*MATERIAL FOR THE TASK*
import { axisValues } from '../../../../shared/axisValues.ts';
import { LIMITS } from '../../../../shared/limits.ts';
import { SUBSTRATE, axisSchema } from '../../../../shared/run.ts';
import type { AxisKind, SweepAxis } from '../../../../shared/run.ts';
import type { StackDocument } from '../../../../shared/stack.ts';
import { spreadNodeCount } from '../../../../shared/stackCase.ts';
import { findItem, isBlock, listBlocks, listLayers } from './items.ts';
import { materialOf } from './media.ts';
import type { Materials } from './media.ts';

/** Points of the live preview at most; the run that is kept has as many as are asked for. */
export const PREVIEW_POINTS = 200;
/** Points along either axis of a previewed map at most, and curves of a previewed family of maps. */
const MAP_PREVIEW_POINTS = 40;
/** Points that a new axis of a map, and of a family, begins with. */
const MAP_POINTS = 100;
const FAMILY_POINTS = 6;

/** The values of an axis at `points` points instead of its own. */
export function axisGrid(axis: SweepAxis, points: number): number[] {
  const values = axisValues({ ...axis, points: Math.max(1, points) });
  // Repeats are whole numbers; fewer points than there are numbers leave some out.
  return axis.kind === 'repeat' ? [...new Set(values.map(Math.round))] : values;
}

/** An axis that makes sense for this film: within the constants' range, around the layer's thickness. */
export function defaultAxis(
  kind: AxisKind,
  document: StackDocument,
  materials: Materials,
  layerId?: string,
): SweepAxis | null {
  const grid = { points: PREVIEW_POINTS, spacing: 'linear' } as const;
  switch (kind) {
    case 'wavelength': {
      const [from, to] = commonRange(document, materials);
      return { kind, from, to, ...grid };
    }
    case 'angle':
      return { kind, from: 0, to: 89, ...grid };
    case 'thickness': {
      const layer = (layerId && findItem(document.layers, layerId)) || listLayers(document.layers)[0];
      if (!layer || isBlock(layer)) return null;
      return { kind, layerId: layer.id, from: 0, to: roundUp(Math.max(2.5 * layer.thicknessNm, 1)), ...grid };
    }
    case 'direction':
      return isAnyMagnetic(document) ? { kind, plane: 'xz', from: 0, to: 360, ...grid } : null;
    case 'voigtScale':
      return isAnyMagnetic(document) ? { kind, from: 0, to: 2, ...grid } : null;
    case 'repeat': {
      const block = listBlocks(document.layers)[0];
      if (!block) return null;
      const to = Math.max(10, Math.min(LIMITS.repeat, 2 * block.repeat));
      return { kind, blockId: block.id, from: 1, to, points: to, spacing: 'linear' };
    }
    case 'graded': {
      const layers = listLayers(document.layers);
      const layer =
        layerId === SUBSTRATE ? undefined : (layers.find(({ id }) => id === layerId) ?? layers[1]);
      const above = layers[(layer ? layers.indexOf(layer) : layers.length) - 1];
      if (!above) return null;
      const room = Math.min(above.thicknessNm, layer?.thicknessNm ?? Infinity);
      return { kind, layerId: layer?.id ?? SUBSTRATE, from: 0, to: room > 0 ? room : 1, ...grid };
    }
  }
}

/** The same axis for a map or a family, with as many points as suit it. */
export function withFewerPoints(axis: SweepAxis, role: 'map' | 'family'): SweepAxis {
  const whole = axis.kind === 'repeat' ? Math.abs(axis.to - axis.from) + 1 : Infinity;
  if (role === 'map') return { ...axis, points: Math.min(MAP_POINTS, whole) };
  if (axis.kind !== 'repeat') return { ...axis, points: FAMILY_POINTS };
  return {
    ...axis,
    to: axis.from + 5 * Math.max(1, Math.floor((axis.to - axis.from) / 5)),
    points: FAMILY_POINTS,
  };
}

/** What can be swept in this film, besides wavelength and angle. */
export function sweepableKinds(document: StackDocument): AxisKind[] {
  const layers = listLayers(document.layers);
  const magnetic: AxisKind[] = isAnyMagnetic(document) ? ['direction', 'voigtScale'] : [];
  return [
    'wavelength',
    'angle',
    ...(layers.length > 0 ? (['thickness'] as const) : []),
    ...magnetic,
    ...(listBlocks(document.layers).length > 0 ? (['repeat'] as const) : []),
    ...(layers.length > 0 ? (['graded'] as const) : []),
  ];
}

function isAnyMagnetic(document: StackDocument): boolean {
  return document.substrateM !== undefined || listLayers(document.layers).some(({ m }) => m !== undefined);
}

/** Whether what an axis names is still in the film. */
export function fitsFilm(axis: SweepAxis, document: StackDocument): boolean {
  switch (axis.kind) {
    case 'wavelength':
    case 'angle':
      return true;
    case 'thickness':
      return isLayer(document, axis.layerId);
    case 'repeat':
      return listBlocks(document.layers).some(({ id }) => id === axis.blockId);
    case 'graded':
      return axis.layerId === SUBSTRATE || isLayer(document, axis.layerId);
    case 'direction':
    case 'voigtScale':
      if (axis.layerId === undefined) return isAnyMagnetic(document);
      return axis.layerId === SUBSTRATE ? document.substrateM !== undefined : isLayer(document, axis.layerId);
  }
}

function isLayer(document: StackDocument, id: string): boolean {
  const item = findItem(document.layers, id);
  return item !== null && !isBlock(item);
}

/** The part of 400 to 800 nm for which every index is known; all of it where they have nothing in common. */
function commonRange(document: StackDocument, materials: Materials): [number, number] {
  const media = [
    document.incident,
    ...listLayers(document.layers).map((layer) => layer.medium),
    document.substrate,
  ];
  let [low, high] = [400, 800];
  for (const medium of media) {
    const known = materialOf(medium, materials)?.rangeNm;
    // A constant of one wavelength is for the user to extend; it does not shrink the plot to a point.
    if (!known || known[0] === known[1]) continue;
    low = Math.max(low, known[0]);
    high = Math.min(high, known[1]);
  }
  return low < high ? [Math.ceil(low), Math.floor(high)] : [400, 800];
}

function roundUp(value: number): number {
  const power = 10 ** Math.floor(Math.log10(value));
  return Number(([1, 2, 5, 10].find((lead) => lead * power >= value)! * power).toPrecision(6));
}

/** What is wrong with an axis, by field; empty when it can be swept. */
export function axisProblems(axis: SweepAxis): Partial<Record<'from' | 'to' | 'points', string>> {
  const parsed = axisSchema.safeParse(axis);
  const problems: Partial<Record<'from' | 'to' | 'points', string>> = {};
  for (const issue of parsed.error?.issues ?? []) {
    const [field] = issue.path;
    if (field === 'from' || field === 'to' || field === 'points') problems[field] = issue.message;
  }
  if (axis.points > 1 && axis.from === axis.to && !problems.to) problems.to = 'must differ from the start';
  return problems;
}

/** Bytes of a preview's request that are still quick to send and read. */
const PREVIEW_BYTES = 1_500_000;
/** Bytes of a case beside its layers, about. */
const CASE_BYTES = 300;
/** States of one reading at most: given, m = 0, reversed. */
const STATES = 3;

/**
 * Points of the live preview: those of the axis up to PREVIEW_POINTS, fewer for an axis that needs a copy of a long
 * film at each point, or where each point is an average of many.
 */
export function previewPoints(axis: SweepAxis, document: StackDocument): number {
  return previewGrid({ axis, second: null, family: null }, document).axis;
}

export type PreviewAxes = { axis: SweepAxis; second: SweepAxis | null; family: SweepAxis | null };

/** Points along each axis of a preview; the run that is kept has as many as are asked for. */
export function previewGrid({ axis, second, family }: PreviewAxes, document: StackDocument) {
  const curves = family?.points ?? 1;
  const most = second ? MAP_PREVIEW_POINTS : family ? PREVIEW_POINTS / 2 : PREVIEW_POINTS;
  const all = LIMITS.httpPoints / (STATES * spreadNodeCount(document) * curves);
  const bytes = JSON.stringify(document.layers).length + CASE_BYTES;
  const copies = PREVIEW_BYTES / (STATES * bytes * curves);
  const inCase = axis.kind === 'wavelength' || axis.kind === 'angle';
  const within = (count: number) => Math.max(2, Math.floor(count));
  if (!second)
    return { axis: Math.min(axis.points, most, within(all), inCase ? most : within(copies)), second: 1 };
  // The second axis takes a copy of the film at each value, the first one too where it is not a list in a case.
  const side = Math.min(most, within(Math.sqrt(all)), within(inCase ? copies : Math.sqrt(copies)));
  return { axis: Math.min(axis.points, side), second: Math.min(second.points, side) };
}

*THE PROBLEM*
Beginning with the first line of the records above, reproduce each line exactly, ending at the line that contains "export const PREVIEW_POINTS = 200;", and leave out everything else.

*EXERCISE RESPONSE*
import { axisValues } from '../../../../shared/axisValues.ts';
import { LIMITS } from '../../../../shared/limits.ts';
import { SUBSTRATE, axisSchema } from '../../../../shared/run.ts';
import type { AxisKind, SweepAxis } from '../../../../shared/run.ts';
import type { StackDocument } from '../../../../shared/stack.ts';
import { spreadNodeCount } from '../../../../shared/stackCase.ts';
import { findItem, isBlock, listBlocks, listLayers } from './items.ts';
import { materialOf } from './media.ts';
import type { Materials } from './media.ts';

/** Points of the live preview at most; the run that is kept has as many as are asked for. */
export const PREVIEW_POINTS = 200;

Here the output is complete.